Generative AI can also be used to reduce downtime, as it can equip teams with the information they need to get back online quickly. The report found that resilience leaders expand their use of AI features four times faster than other respondents. Furthermore, 74% of firms that use discrete AI tools and 64% who embed AI into existing tools, to address downtime deemed it beneficial.
Tips from Splunk
The reports’ authors also provided tips to avoid downtime based on their expertise.
- Have a downtime plan. Instrument every app, follow a runbook for outages and identify owning engineers. Practice tabletop exercises and drills.
- Perform postmortems. Observability tooling makes it easier to isolate root causes and implement fixes.
- Establish a clear data governance policy. Rules regarding intellectual property, especially when it comes to inputting it into large language models, will safeguard the organisation from data leakage.
- Connect teams and tools. Teams that share tools, data and context will have an easier time collaborating, fixing the problem and identifying the root cause of downtime.
- Employ predictive analytics. AI- and ML-driven solutions can recognise patterns and alert teams when downtime may occur.

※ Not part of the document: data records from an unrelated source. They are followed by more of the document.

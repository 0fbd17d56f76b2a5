"""Pin-connected plates, bars and struts of AISC 360 against published design examples.

Sources
-------
AISC Design Examples, Example D.7: plate 1/2 × 4 1/4 in of A36 with a pin of 1 in: tension rupture 93.4 kip, shear
rupture 95.7, bearing 32.4 (governs), available 16.2 (allowable strength design).
AISC Design Examples, Example F.11: bar 5 × 3 in of A36, Mp = 56.25 kip·ft, available 33.7 (from memory).
AISC Design Examples, Example F.2-2: channel C15×33.9 of A36, Zx 50.8 in³, braced every 5 ft: Mp 152 kip·ft, Lp 3.75 ft,
Lr 14.5 ft, Mn 145 kip·ft, available 86.6 (Zx and the bracing as a published verification quotes them; the rest from
memory).
"""

from __future__ import annotations

import pytest
from rule_states import make_flat

from rigdesign.hardware.model import Material, Section
from rigdesign.hardware.rules.aisc.bars import OMEGA, buckling, channel_moment, rectangular_bar_moment
from rigdesign.hardware.rules.aisc.pins import bearing, dishing, fracture, net_tension, tear_out
from rigdesign.hardware.rules.model import Bar, PlateHole
from rigdesign.words import INCH, POUND_FORCE

KIP = 1000 * POUND_FORCE
KSI = KIP / INCH**2
KIP_FOOT = KIP * 12 * INCH
A36 = Material("A36", (1.0,), (36 * KSI,), (58 * KSI,), 29000 * KSI, 7850.0, "as the examples give it")
PLATE = PlateHole(
    load=10 * KIP,
    count=1,
    thickness=0.5 * INCH,
    material=A36,
    pin=1.0 * INCH,
    hole=1.03 * INCH,
    side=1.61 * INCH,
    beyond=2.25 * INCH,
    radius=(2.25 + 1.03 / 2) * INCH,
    round_edge=False,
)


@pytest.mark.parametrize(("check", "nominal"), [(net_tension, 93.4), (tear_out, 95.7), (bearing, 32.4)])
def test_example_d7(check, nominal):
    """Nominal strengths to the three figures printed; Ω is 2.00 on each."""
    assert check(PLATE).limit * 2.00 / KIP == pytest.approx(nominal, abs=0.05)


def test_example_d7_bearing_governs():
    results = [check(PLATE) for check in (net_tension, tear_out, bearing, fracture, dishing)]
    worst = max(results, key=lambda result: result.utilisation)
    assert worst.check == "bearing"
    assert worst.limit / KIP == pytest.approx(16.2, abs=0.05)


def test_example_d7_extension():
    """The example finds a = 2.25 ≥ 1.33 be = 2.14 in: the steel beyond the pin does not govern over that beside it."""
    assert fracture(PLATE).limit / net_tension(PLATE).limit == pytest.approx(2.25 / (1.33 * 1.61), rel=1e-9)


def test_example_f11():
    bar = make_flat(5.0 * INCH, 3.0 * INCH)
    nominal = rectangular_bar_moment(36 * KSI, 29000 * KSI, 20 * INCH, bar.depth, bar.web)
    assert nominal / KIP_FOOT == pytest.approx(56.25, rel=1e-9)
    lever = Bar(1.0, 1.0, 1.0, bar, 1, A36, 0.0, 0.0, 0.0, 20 * INCH, 0.005)
    assert buckling(lever).limit / KIP_FOOT == pytest.approx(33.7, abs=0.05)


def test_example_f2_2():
    """With the shape's tabulated properties; rts and Cw are worked out from its sizes, hence 1 %."""
    shape = Section(
        name="C15×33.9",
        kind="channel",
        depth=15.0 * INCH,
        width=3.40 * INCH,
        web=0.400 * INCH,
        flange=0.650 * INCH,
        area=10.0 * INCH**2,
        inertia=315 * INCH**4,
        inertia_weak=8.07 * INCH**4,
        torsion=1.01 * INCH**4,
        modulus=42.0 * INCH**3,
        plastic=50.8 * INCH**3,
        mass=50.4,
        bar=6.0,
        source="AISC Manual (from memory)",
    )

    def moment(feet):
        return channel_moment(36 * KSI, 29000 * KSI, feet * 12 * INCH, shape) / KIP_FOOT

    assert moment(3.7) == pytest.approx(152, abs=0.5)
    assert moment(5.0) == pytest.approx(145, rel=0.01)
    assert moment(5.0) / OMEGA == pytest.approx(86.6, rel=0.01)
    assert moment(14.5) == pytest.approx(0.7 * 36 * 42.0 / 12, rel=0.01)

“Disruption in business is unavoidable. When digital systems fail unexpectedly, companies not only lose substantial revenue and risk facing regulatory fines, they also lose customer trust and reputation,” said Gary Steele, President of Go-to-Market for Cisco and GM at Splunk, in a press release.
“How an organisation reacts, adapts and evolves to disruption is what sets it apart as a leader. A foundational building block for a resilient enterprise is a unified approach to security and observability to quickly detect and fix problems across their entire digital footprint.”